** Source material **
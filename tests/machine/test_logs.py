import pytest

from diskwatch.machine.held import Family, device_of
from diskwatch.machine.logs import nvme_limits, nvme_values, scsi_values, trip_celsius
from diskwatch.machine.text import Sheet
from diskwatch.records import Value
from tests.machine.recordings import SHARED, text_of, truth_of

SHELF = SHARED / "sas_error_counters.txt"


def nvme(*lines: str) -> dict[str, Value]:
    return {value.signal: value for value in nvme_values(None, Sheet.of(lines))}


def scsi(*lines: str, library: bool = False) -> dict[str, Value]:
    device = device_of(lines, Family.SCSI) if library else None
    return {value.signal: value for value in scsi_values(None, device, Sheet.of(lines))}


def test_data_units_are_512000_bytes_each_and_exact_at_any_size():
    assert nvme("Data Units Written: 24,664,736 [12.6 TB]")["data-written"].value == 12_628_344_832_000
    largest = 2**128 - 2
    assert nvme(f"Data Units Written: {largest:,} [x]")["data-written"].value == largest * 512_000


def test_a_counter_at_its_end_or_a_volume_of_zero_is_not_known():
    for line in (f"Media and Data Integrity Errors: {2**128 - 1}", "Data Units Read: 0"):
        (found,) = nvme(line).values()
        assert found.value is None
        assert found.reason


def test_a_counter_of_errors_at_zero_is_known_to_be_zero():
    assert nvme("Media and Data Integrity Errors:    0")["media-errors"].value == 0


def test_the_time_above_the_warning_limit_is_found_though_its_label_has_two_blanks():
    assert nvme("Warning  Comp. Temperature Time:    284")["warning-temperature-minutes"].value == 284


def test_the_critical_warning_is_a_number_of_bits():
    assert nvme("Critical Warning:  0x0c")["critical-warning"].value == 12


def test_a_field_that_holds_no_number_is_not_known():
    found = nvme("Percentage Used:   1x%")["percentage-used"]
    assert found.value is None
    assert found.reason


def test_temperatures_below_zero_are_read_and_impossible_ones_are_not_known():
    assert nvme("Temperature: -5 Celsius")["temperature"].value == -5
    assert nvme("Temperature: 999 Celsius")["temperature"].value is None


def test_a_drives_own_limits_are_taken_and_zero_stands_for_none():
    told = Sheet.of(
        ["Warning  Comp. Temp. Threshold:     84 Celsius", "Critical Comp. Temp. Threshold:     0 Celsius"]
    )
    assert nvme_limits(None, told) == (84, None)
    document = {"nvme_composite_temperature_threshold": {"warning": 70, "critical": 80}}
    assert nvme_limits(document, told) == (70, 80)
    assert trip_celsius(None, Sheet.of(["Drive Trip Temperature:        65 C"])) == 65
    assert trip_celsius({"temperature": {"drive_trip": 60}}, Sheet.of([])) == 60
    assert trip_celsius({"scsi_temperature": {"drive_trip": 60}}, Sheet.of([])) == 60
    assert trip_celsius(None, Sheet.of(["Drive Trip Temperature:        0 C"])) is None
    assert trip_celsius(None, Sheet.of(["Drive Trip Temperature:        <not available>"])) is None


READ = "read:   51208117     1904         0  51210021   51210035      90412.118          14"


@pytest.mark.parametrize("library", [False, True])
def test_uncorrected_errors_and_volumes_come_from_the_error_rows(library: bool):
    found = scsi("Error counter log:", READ, "write: 0 0 0 0 67506 3887,270 2", library=library)
    assert (found["uncorrected-reads"].value, found["uncorrected-writes"].value) == (14, 2)
    assert found["data-read"].value == 90_412_118_000_000
    assert found["data-written"].value == 3_887_270_000_000


@pytest.mark.parametrize("library", [False, True])
@pytest.mark.parametrize(
    "line",
    [
        READ.replace("90412.118 ", "90412.118 2 "),
        READ + " 7",
        READ.removesuffix("14"),
        READ.replace("1904", ""),
        READ + "x",
    ],
)
def test_a_row_with_a_column_too_many_or_too_few_gives_no_number(line: str, library: bool):
    found = scsi("Error counter log:", line, "write: 0 0 0 0 67506 3887.270 2", library=library)
    assert (found["uncorrected-reads"].value, found["uncorrected-writes"].value) == (None, 2)
    assert found["uncorrected-reads"].reason
    assert "data-read" not in found


def test_every_sensor_of_an_nvme_drive_is_read_from_document_or_text():
    found = nvme(
        "Temperature Sensor 1:  41 Celsius", "Temperature Sensor 8:  -3 Celsius", "Temperature Sensor 9: 5 C"
    )
    assert {signal: value.value for signal, value in found.items()} == {
        "temperature-sensor-1": 41,
        "temperature-sensor-8": -3,
    }
    log = {"nvme_smart_health_information_log": {"temperature_sensors": [40, None, True, 900]}}
    told = {value.signal: value for value in nvme_values(log, Sheet.of(["Temperature Sensor 2:  x"]))}
    assert {signal: value.value for signal, value in told.items()} == {
        "temperature-sensor-1": 40,
        "temperature-sensor-2": None,
        "temperature-sensor-4": None,
    }
    assert told["temperature-sensor-2"].reason
    assert told["temperature-sensor-4"].reason


def test_how_often_and_how_long_an_nvme_drive_slowed_down_for_heat_is_read():
    found = nvme("Thermal Temp. 1 Transition Count:   7", "Thermal Temp. 1 Total Time:         56184")
    assert (found["light-throttlings"].value, found["light-throttling-seconds"].value) == (7, 56_184)
    assert found["light-throttling-seconds"].unit == "seconds"
    log = {"nvme_smart_health_information_log": {"thermal_temp_2_total_time": 9}}
    (heavy,) = nvme_values(log, Sheet.of([]))
    assert (heavy.signal, heavy.value) == ("heavy-throttling-seconds", 9)


def test_an_error_counter_at_its_end_is_not_known():
    found = scsi(READ.replace("          14", "  4294967295"))["uncorrected-reads"]
    assert found.value is None
    assert found.reason


def test_non_medium_errors_are_found_under_their_capital_letter():
    assert scsi("Non-medium error count:    84893")["non-medium-errors"].value == 84_893


@pytest.mark.skipif(not SHELF.is_file(), reason="the shared recordings are not here")
@pytest.mark.parametrize("library", [False, True])
def test_every_disk_of_a_recorded_shelf_gives_the_counts_that_its_text_states(library: bool):
    disks = text_of(SHELF).split("==================== /dev/")[1:]
    assert len(disks) == 24
    for disk in disks:
        truth, found = truth_of(disk).signals, scsi(*disk.splitlines(), library=library)
        assert truth
        assert {signal: found[signal].value for signal in truth} == truth


@pytest.mark.parametrize(
    "line",
    [
        "  number of hours powered up = 8347.20",
        "    Accumulated power on time, hours:minutes 8347:12 [500832 minutes]",
        "Accumulated power on time, hours:minutes 8347:12",
    ],
)
def test_powered_hours_are_found_on_either_page(line: str):
    assert scsi(line)["power-on-hours"].value == 8_347


def test_a_controllers_zero_temperature_is_not_known_but_a_drives_is():
    made_up = scsi("Current Drive Temperature:     0 C", "Drive Trip Temperature:        0 C")["temperature"]
    assert made_up.value is None
    assert made_up.reason
    assert (
        scsi("Current Drive Temperature:     0 C", "Drive Trip Temperature:        65 C")["temperature"].value
        == 0
    )
    assert scsi("Current temperature = 25")["temperature"].value == 25


def test_pending_defects_are_counted_where_the_drive_lists_them():
    assert scsi("  Pending defect count:0 Pending Defects")["pending-sectors"].value == 0
    one = scsi("  Pending defect count:1 Pending Defect, LBA and accumulated_power_on_hours follow")
    assert one["pending-sectors"].value == 1
    many = scsi("  Pending defect count:12 Pending Defects: index, LBA and accumulated_power_on_hours follow")
    assert many["pending-sectors"].value == 12
    assert scsi("  Pending defect count:3 Pending Defects")["pending-sectors"].value == 3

** What you will do **
The answer must restate all of the entries exactly.

** Solution **
filename tests/machine/test_logs.py
import pytest

from diskwatch.machine.held import Family, device_of
from diskwatch.machine.logs import nvme_limits, nvme_values, scsi_values, trip_celsius
from diskwatch.machine.text import Sheet
from diskwatch.records import Value
from tests.machine.recordings import SHARED, text_of, truth_of

SHELF = SHARED / "sas_error_counters.txt"


def nvme(*lines: str) -> dict[str, Value]:
    return {value.signal: value for value in nvme_values(None, Sheet.of(lines))}


def scsi(*lines: str, library: bool = False) -> dict[str, Value]:
    device = device_of(lines, Family.SCSI) if library else None
    return {value.signal: value for value in scsi_values(None, device, Sheet.of(lines))}


def test_data_units_are_512000_bytes_each_and_exact_at_any_size():
    assert nvme("Data Units Written: 24,664,736 [12.6 TB]")["data-written"].value == 12_628_344_832_000
    largest = 2**128 - 2
    assert nvme(f"Data Units Written: {largest:,} [x]")["data-written"].value == largest * 512_000


def test_a_counter_at_its_end_or_a_volume_of_zero_is_not_known():
    for line in (f"Media and Data Integrity Errors: {2**128 - 1}", "Data Units Read: 0"):
        (found,) = nvme(line).values()
        assert found.value is None
        assert found.reason


def test_a_counter_of_errors_at_zero_is_known_to_be_zero():
    assert nvme("Media and Data Integrity Errors:    0")["media-errors"].value == 0


def test_the_time_above_the_warning_limit_is_found_though_its_label_has_two_blanks():
    assert nvme("Warning  Comp. Temperature Time:    284")["warning-temperature-minutes"].value == 284


def test_the_critical_warning_is_a_number_of_bits():
    assert nvme("Critical Warning:  0x0c")["critical-warning"].value == 12


def test_a_field_that_holds_no_number_is_not_known():
    found = nvme("Percentage Used:   1x%")["percentage-used"]
    assert found.value is None
    assert found.reason


def test_temperatures_below_zero_are_read_and_impossible_ones_are_not_known():
    assert nvme("Temperature: -5 Celsius")["temperature"].value == -5
    assert nvme("Temperature: 999 Celsius")["temperature"].value is None


def test_a_drives_own_limits_are_taken_and_zero_stands_for_none():
    told = Sheet.of(
        ["Warning  Comp. Temp. Threshold:     84 Celsius", "Critical Comp. Temp. Threshold:     0 Celsius"]
    )
    assert nvme_limits(None, told) == (84, None)
    document = {"nvme_composite_temperature_threshold": {"warning": 70, "critical": 80}}
    assert nvme_limits(document, told) == (70, 80)
    assert trip_celsius(None, Sheet.of(["Drive Trip Temperature:        65 C"])) == 65
    assert trip_celsius({"temperature": {"drive_trip": 60}}, Sheet.of([])) == 60
    assert trip_celsius({"scsi_temperature": {"drive_trip": 60}}, Sheet.of([])) == 60
    assert trip_celsius(None, Sheet.of(["Drive Trip Temperature:        0 C"])) is None
    assert trip_celsius(None, Sheet.of(["Drive Trip Temperature:        <not available>"])) is None


READ = "read:   51208117     1904         0  51210021   51210035      90412.118          14"


@pytest.mark.parametrize("library", [False, True])
def test_uncorrected_errors_and_volumes_come_from_the_error_rows(library: bool):
    found = scsi("Error counter log:", READ, "write: 0 0 0 0 67506 3887,270 2", library=library)
    assert (found["uncorrected-reads"].value, found["uncorrected-writes"].value) == (14, 2)
    assert found["data-read"].value == 90_412_118_000_000
    assert found["data-written"].value == 3_887_270_000_000


@pytest.mark.parametrize("library", [False, True])
@pytest.mark.parametrize(
    "line",
    [
        READ.replace("90412.118 ", "90412.118 2 "),
        READ + " 7",
        READ.removesuffix("14"),
        READ.replace("1904", ""),
        READ + "x",
    ],
)
def test_a_row_with_a_column_too_many_or_too_few_gives_no_number(line: str, library: bool):
    found = scsi("Error counter log:", line, "write: 0 0 0 0 67506 3887.270 2", library=library)
    assert (found["uncorrected-reads"].value, found["uncorrected-writes"].value) == (None, 2)
    assert found["uncorrected-reads"].reason
    assert "data-read" not in found


def test_every_sensor_of_an_nvme_drive_is_read_from_document_or_text():
    found = nvme(
        "Temperature Sensor 1:  41 Celsius", "Temperature Sensor 8:  -3 Celsius", "Temperature Sensor 9: 5 C"
    )
    assert {signal: value.value for signal, value in found.items()} == {
        "temperature-sensor-1": 41,
        "temperature-sensor-8": -3,
    }
    log = {"nvme_smart_health_information_log": {"temperature_sensors": [40, None, True, 900]}}
    told = {value.signal: value for value in nvme_values(log, Sheet.of(["Temperature Sensor 2:  x"]))}
    assert {signal: value.value for signal, value in told.items()} == {
        "temperature-sensor-1": 40,
        "temperature-sensor-2": None,
        "temperature-sensor-4": None,
    }
    assert told["temperature-sensor-2"].reason
    assert told["temperature-sensor-4"].reason


def test_how_often_and_how_long_an_nvme_drive_slowed_down_for_heat_is_read():
    found = nvme("Thermal Temp. 1 Transition Count:   7", "Thermal Temp. 1 Total Time:         56184")
    assert (found["light-throttlings"].value, found["light-throttling-seconds"].value) == (7, 56_184)
    assert found["light-throttling-seconds"].unit == "seconds"
    log = {"nvme_smart_health_information_log": {"thermal_temp_2_total_time": 9}}
    (heavy,) = nvme_values(log, Sheet.of([]))
    assert (heavy.signal, heavy.value) == ("heavy-throttling-seconds", 9)


def test_an_error_counter_at_its_end_is_not_known():
    found = scsi(READ.replace("          14", "  4294967295"))["uncorrected-reads"]
    assert found.value is None
    assert found.reason


def test_non_medium_errors_are_found_under_their_capital_letter():
    assert scsi("Non-medium error count:    84893")["non-medium-errors"].value == 84_893


@pytest.mark.skipif(not SHELF.is_file(), reason="the shared recordings are not here")
@pytest.mark.parametrize("library", [False, True])
def test_every_disk_of_a_recorded_shelf_gives_the_counts_that_its_text_states(library: bool):
    disks = text_of(SHELF).split("==================== /dev/")[1:]
    assert len(disks) == 24
    for disk in disks:
        truth, found = truth_of(disk).signals, scsi(*disk.splitlines(), library=library)
        assert truth
        assert {signal: found[signal].value for signal in truth} == truth


@pytest.mark.parametrize(
    "line",
    [
        "  number of hours powered up = 8347.20",
        "    Accumulated power on time, hours:minutes 8347:12 [500832 minutes]",
        "Accumulated power on time, hours:minutes 8347:12",
    ],
)
def test_powered_hours_are_found_on_either_page(line: str):
    assert scsi(line)["power-on-hours"].value == 8_347


def test_a_controllers_zero_temperature_is_not_known_but_a_drives_is():
    made_up = scsi("Current Drive Temperature:     0 C", "Drive Trip Temperature:        0 C")["temperature"]
    assert made_up.value is None
    assert made_up.reason
    assert (
        scsi("Current Drive Temperature:     0 C", "Drive Trip Temperature:        65 C")["temperature"].value
        == 0
    )
    assert scsi("Current temperature = 25")["temperature"].value == 25


def test_pending_defects_are_counted_where_the_drive_lists_them():
    assert scsi("  Pending defect count:0 Pending Defects")["pending-sectors"].value == 0
    one = scsi("  Pending defect count:1 Pending Defect, LBA and accumulated_power_on_hours follow")
    assert one["pending-sectors"].value == 1
    many = scsi("  Pending defect count:12 Pending Defects: index, LBA and accumulated_power_on_hours follow")
    assert many["pending-sectors"].value == 12
    assert scsi("  Pending defect count:3 Pending Defects")["pending-sectors"].value == 3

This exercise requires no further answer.